Most of what you learn in Algebra I (other than the valuable skill set related to co-ordinate plane graphing) is taught for the purpose of using in some later class. Yes, some of what is taught is also useful in a primary way (can be used to solve real-world problems), but that’s not really why we teach it. It’s taught so you can learn Algebra II, and that’s taught so you can take Pre-Calculus (or Trigonometry, or Algebra III, or whatever they want to call it). And those are all taught primarily to prepare you to take a three-semester course in Calculus when you get to College.
I know that will cause some controversy, because we’ve gone to great lengths to try and justify teaching all students Algebra I on the basis it’s immediately relevant. But that’s mostly nonsense. And factoring polynomials is a classic example. 90%+ of people who learn to do that in high school will NEVER need to factor a polynomial outside of a later math class.
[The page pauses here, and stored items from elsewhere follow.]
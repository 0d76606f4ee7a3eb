"""Deflation for the search: the expected best of N luck-only trials, the deflated Sharpe ratio,
how many trials a sweep really ran, and the variance of the trials' Sharpe ratios.

A sweep of N configurations is rarely N independent trials: neighbouring parameter values trade
almost the same way, so the effective number of independent trials is estimated as well as the
declared one. Every Sharpe ratio is per window; kurtosis is raw (3 for a normal distribution).

References
----------
Bailey, D. H. and Lopez de Prado, M. (2014). The deflated Sharpe ratio: correcting for selection
bias, backtest overfitting and non-normality. *Journal of Portfolio Management* 40(5), 94-107.

Mertens, E. (2002). Comments on the variance of the IID estimator in Lo (2002). Working paper,
University of Basel.

Nyholt, D. R. (2004). A simple correction for multiple testing for single-nucleotide polymorphisms
in linkage disequilibrium with each other. *American Journal of Human Genetics* 74(4), 765-769.

Li, J. and Ji, L. (2005). Adjusting multiple testing in multilocus analyses using the eigenvalues
of a correlation matrix. *Heredity* 95(3), 221-227.

Harter, H. L. (1961). Expected values of normal order statistics. *Biometrika* 48(1/2), 151-165.
"""

from __future__ import annotations

import math
from collections.abc import Callable

import numpy as np
from scipy import integrate, special

from .. import validate
from ..errors import InputError
from ..results import DeflatedCurve, DeflatedSharpe, EffectiveTrials, ExpectedMaximum, VarianceMode
from .distributions import normal_cdf, normal_isf
from .sharpe import probabilistic_sharpe
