def plan_night(results: str, frames: list, problems: list, transient: dict, stage, processed: set,
               on_missing: str, failed_result, fresh: bool = False, sample_of=None,
               snapshot: StoreSnapshot | None = None) -> NightPlan:
    """Compare tonight's listing with the stored frames (see the module docstring).

    Parameters
    ----------
    results : str
        Results store (may not exist yet).
    frames : list of ListedFrame
        Tonight's frames in listing order.
    problems : list of (path, reason)
        Tonight's input problems.
    transient : dict
        Staging key -> result of frames that failed without being staged.
    stage : Path
        Staging folder.
    processed : set of str
        Staging keys of the frames processed tonight.
    on_missing : str
        ``keep`` or ``drop``.
    sample_of : callable, optional
        Sample name of an input problem's path (an unreadable file still
        belongs to the sample its path names); default: no sample.
    failed_result : callable
        ``(source, sample, reason) -> staged-like result`` for problem rows.
    fresh : bool
        ``--fresh``: every row is replaced.
    snapshot : StoreSnapshot, optional
        The stored groups, perhaps read ahead; default: opened here.
    """
    def result_of(f):
        res = transient.get(f.key)
        if res is not None:
            return res
        path = stage / f"{f.key}.npz"
        try:
            return read_staged(path)
        except FileNotFoundError:
            return failed_result(f.ref.source, f.sample, "staged result missing; the next run does it again")

    def entry(f):
        info = {"source": f.ref.source, "sample": f.sample, "content_hash": f.ref.content_hash,
                "stage_key": f.key, **f.fields}
        return info, result_of(f)

    snapshot = snapshot if snapshot is not None else StoreSnapshot(results)
    fr = snapshot.frame_keys()
    if fr is None:
        entries = [_problem_row(p, r, failed_result, sample_of) for p, r in problems] + [entry(f) for f in frames]
        return NightPlan("new", new_entries=entries, counts={"added": len(entries)})
    stored_frames = snapshot.group("frames")
    sources = [str(s) for s in fr["source"].values]
    keys = [str(k) for k in fr["stage_key"].values]
    errors = [str(e) for e in fr["error"].values]
    n = len(sources)
    keep = np.ones(n, dtype=bool)
    row_of: dict[str, int] = {}
    for i, s in enumerate(sources):
        row_of.setdefault(s, i)
    listed = {f.ref.source for f in frames}
    tonight_problems = dict(problems)
    new_entries = []
    counts = {"unchanged": 0, "added": 0, "replaced": 0, "removed": 0, "kept_missing": 0}

    def tally(i, unchanged: bool, make) -> None:
        """Count tonight's row against stored row ``i`` (None: new) and queue it unless unchanged."""
        if i is not None and unchanged:
            counts["unchanged"] += 1
            return
        if i is not None:
            keep[i] = False
        counts["replaced" if i is not None else "added"] += 1
        new_entries.append(make())

    for path, reason in problems:
        i = row_of.get(path)
        tally(i, i is not None and keys[i] == "" and errors[i] == reason,
              lambda: _problem_row(path, reason, failed_result, sample_of))
    for f in frames:
        i = row_of.get(f.ref.source)
        tally(i, i is not None and keys[i] == f.key and f.key not in processed and not fresh, lambda: entry(f))
    gone = []
    for i, s in enumerate(sources):
        if s in listed or s in tonight_problems or not keep[i]:
            continue
        if row_of.get(s) != i:  # a second row of one source (should not happen): keep the first
            keep[i] = False
            counts["removed"] += 1
        elif keys[i] == "":  # an input problem of an earlier night, gone tonight
            keep[i] = False
            counts["removed"] += 1
        elif _unresolved(s):
            keep[i] = False
            counts["removed"] += 1
            log.info("frame %s was stored under an unresolved spelling of its path: replaced by its resolved path", s)
        else:
            gone.append(i)
    if gone:
        if on_missing == "drop":
            keep[gone] = False
            counts["removed"] += len(gone)
            log.warning("%d frames of earlier runs are no longer found in the inputs: dropped "
                        "(input.on_missing=drop)", len(gone))
        else:
            counts["kept_missing"] = len(gone)
            log.warning("%d frames of earlier runs are no longer found in the inputs: kept "
                        "(input.on_missing=keep)", len(gone))
    mode = "append" if keep.all() else "rewrite"
    if mode == "append" or keep.any():
        stored = {"frames": stored_frames.load(), "grains": snapshot.group("grains").load()}
    else:
        # every stored row is replaced (--fresh, or all frames changed): only the groups' layout is read
        stored = {"frames": stored_frames, "grains": snapshot.group("grains")}
    return NightPlan(mode, keep=keep, new_entries=new_entries, stored=stored, counts=counts, snapshot=snapshot)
And while the concept of the slope of a linear function is useful, those same people aren’t calculating slopes from standard form linear equations, either. Etc.
But we don’t know when you’re a freshman in high school (or an eighth grader) whether or not you’ll be needing higher-order math, so we teach all freshmen how to do it these days. We’d prefer to be over-inclusive rather than under-inclusive in preparing students to be ready for the type of math that so many STEM careers require (not to mention other careers involving higher math, such as economists). Of course, that’s no guarantee that the individual freshman is going to care about that.
Reporting bias. When the teacher teaches the one method that the parents vaguely remember, and the kid comes home and asks for help with homework, nobody notices. When the teacher teaches a method that the parents weren’t paying attention to when they were in school, and the kid asks for help with homework, and the parents say “What!? That makes no sense!”, that’s when the story goes to the media (including social media).
DSYoungEsq, while preparing students for (ultimately) calculus is certainly part of the value of math education, I wouldn’t say that it’s the most important part. The most important part is in teaching kids how to think logically in general, and that’s a skill that applies to everything in life.
In the late 1970s, I saw store cashiers use abacuses (abaci) to determine the change due. And, yes, in my lifetime, I’ve seen people use their brains to calculate change due. That was actually part of math class for my cohort.
Factoring polynomials is an essential skill, not just in Calculus but also in algebra and trigonometry. Two big things it’s used for are
(1) Solving nonlinear (e.g. quadratic) equations, and
(2) Working with (simplifying, finding common denominators for, etc.) fractional expressions.
You can also treat polynomials to factor as puzzles to solve. I suspect, but cannot prove, that practice in solving such puzzles makes a person more familiar with and better at working with numbers in general.